● WHAT YOU WILL DO: Search the entries for the word "INTEGER" and return every line where it is found.

● INPUT RECORDS:
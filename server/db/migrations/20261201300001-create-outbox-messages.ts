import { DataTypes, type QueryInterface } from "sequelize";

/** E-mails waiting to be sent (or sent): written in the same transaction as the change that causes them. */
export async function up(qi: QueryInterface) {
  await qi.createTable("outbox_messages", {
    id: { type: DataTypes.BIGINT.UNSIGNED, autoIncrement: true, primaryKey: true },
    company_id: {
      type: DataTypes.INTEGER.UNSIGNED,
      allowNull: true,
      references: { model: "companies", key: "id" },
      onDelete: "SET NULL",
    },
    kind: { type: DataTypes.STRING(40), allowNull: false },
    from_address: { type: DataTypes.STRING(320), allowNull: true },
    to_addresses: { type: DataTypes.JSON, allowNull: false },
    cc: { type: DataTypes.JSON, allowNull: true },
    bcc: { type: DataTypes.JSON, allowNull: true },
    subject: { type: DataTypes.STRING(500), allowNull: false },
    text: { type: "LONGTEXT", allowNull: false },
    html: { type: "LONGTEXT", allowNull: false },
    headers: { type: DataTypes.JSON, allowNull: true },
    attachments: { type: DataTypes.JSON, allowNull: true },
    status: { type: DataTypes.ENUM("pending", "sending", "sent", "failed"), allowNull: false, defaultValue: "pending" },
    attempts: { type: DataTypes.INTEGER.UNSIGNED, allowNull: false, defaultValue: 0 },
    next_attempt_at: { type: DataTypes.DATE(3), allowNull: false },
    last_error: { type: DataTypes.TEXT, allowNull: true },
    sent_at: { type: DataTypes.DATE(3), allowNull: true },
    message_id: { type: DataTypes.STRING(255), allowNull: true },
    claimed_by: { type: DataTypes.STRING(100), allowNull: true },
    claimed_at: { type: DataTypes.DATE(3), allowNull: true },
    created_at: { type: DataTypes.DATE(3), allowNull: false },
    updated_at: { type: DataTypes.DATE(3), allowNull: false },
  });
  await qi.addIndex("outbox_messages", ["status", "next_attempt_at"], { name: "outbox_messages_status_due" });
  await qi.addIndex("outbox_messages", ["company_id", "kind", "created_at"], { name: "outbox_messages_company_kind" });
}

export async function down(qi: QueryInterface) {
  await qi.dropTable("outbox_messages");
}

● EXERCISE OUTPUT:
      type: DataTypes.INTEGER.UNSIGNED,
    attempts: { type: DataTypes.INTEGER.UNSIGNED, allowNull: false, defaultValue: 0 },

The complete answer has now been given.